▸ **What is being asked**
Below are entries. Copy exactly the lines running from the line that holds "chromedriver, nothing downloaded." to the line that holds "private static final", with both ends included.

▸ **Source information**
= = = = =

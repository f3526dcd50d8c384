package dev.driftlab.app.browser;

import java.nio.file.Files;
import java.nio.file.Path;
import java.time.Duration;
import org.junit.jupiter.api.Assumptions;
import org.openqa.selenium.OutputType;
import org.openqa.selenium.TakesScreenshot;
import org.openqa.selenium.WebDriver;
import org.openqa.selenium.chrome.ChromeDriver;
import org.openqa.selenium.chrome.ChromeDriverService;
import org.openqa.selenium.chrome.ChromeOptions;

/**
 * The real browser for end-to-end tests: Debian's headless Chromium driven through its own
 * chromedriver, nothing downloaded. Both are looked up on the {@code PATH} ({@code chromium},
 * {@code chromedriver}), falling back to {@code /usr/bin}, the same way {@code .ci/run} looks for
 * them. Where either is missing the tests fail, naming what to install; a developer who means to
 * leave the browser tests out passes {@code -Ddriftlab.skipBrowserTests=true}, and only then do
 * they skip.
 */
public final class Browser {

    /** System property that, set to {@code true}, skips the browser tests instead of failing them. */
    public static final String SKIP_PROPERTY = "driftlab.skipBrowserTests";

    // before CHROMIUM and CHROMEDRIVER: static fields start in file order, and find() reads it
    private static final Path FALLBACK_DIR = Path.of("/usr/bin");

    /** Where the system browser and its driver live (PATH first, then /usr/bin). */
    public static final Path CHROMIUM = find("chromium", System.getenv("PATH"));

    public static final Path CHROMEDRIVER = find("chromedriver", System.getenv("PATH"));

    /** Screenshots taken by browser tests land here (a test artefact). */
    public static final Path SHOTS = Path.of("target", "e2e-screenshots");

    private Browser() {}

    /**
     * The first executable {@code name} in the directories of {@code path} (a {@code PATH} value),
     * else {@code /usr/bin/name}, which may not exist.
     */
    static Path find(String name, String path) {
        if (path != null) {
            for (String dir : path.split(java.io.File.pathSeparator)) {
                if (dir.isEmpty()) {
                    continue;
                }
                Path candidate = Path.of(dir, name);
                if (Files.isRegularFile(candidate) && Files.isExecutable(candidate)) {
                    return candidate;
                }
            }
        }
        return FALLBACK_DIR.resolve(name);
    }

    /**
     * Fails when the browser is not installed. With {@code -Ddriftlab.skipBrowserTests=true} the
     * browser tests skip instead, installed or not.
     */
    public static void requireInstalled() {
        if (Boolean.getBoolean(SKIP_PROPERTY)) {
            System.out.println("SKIPPED browser test: -D" + SKIP_PROPERTY + "=true");
            Assumptions.abort("-D" + SKIP_PROPERTY + "=true");
        }
        if (!Files.isExecutable(CHROMIUM) || !Files.isExecutable(CHROMEDRIVER)) {
            throw new IllegalStateException("browser tests need chromium and chromedriver on the PATH or in /usr/bin"
                    + " (looked at " + CHROMIUM + " and " + CHROMEDRIVER + "): apt-get install chromium"
                    + " chromium-driver (.ci/run does), or pass -D" + SKIP_PROPERTY + "=true to skip them");
        }
    }

    /** A fresh headless browser with its own empty profile (a fresh browser context). */
    public static WebDriver open(int width, int height) {
        requireInstalled();
        ChromeOptions options = new ChromeOptions();
        options.setBinary(CHROMIUM.toFile());
        options.addArguments(
                "--headless=new",
                "--no-sandbox",
                "--disable-gpu",
                "--disable-quic",
                "--no-first-run",
                "--disable-background-networking",
                "--disable-component-update",
                "--disable-sync",
                "--disable-dev-shm-usage",
                "--window-size=" + width + "," + height);
        ChromeDriverService service = new ChromeDriverService.Builder()
                .usingDriverExecutable(CHROMEDRIVER.toFile())
                .usingAnyFreePort()
                .build();
        WebDriver driver = new ChromeDriver(service, options);
        driver.manage().timeouts().pageLoadTimeout(Duration.ofSeconds(30));
        driver.manage().timeouts().scriptTimeout(Duration.ofSeconds(30));
        return driver;
    }

    /** Saves a screenshot under target/e2e-screenshots and returns its path. */
    public static Path screenshot(WebDriver driver, String name) {
        try {
            Files.createDirectories(SHOTS);
            Path file = SHOTS.resolve(name + ".png");
            Files.write(file, ((TakesScreenshot) driver).getScreenshotAs(OutputType.BYTES));
            return file;
        } catch (java.io.IOException e) {
            throw new java.io.UncheckedIOException(e);
        }
    }
}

= = = = =

▸ **Task output**
 * chromedriver, nothing downloaded. Both are looked up on the {@code PATH} ({@code chromium},
 * {@code chromedriver}), falling back to {@code /usr/bin}, the same way {@code .ci/run} looks for
 * them. Where either is missing the tests fail, naming what to install; a developer who means to
 * leave the browser tests out passes {@code -Ddriftlab.skipBrowserTests=true}, and only then do
 * they skip.
 */
public final class Browser {

    /** System property that, set to {@code true}, skips the browser tests instead of failing them. */
    public static final String SKIP_PROPERTY = "driftlab.skipBrowserTests";

    // before CHROMIUM and CHROMEDRIVER: static fields start in file order, and find() reads it
    private static final Path FALLBACK_DIR = Path.of("/usr/bin");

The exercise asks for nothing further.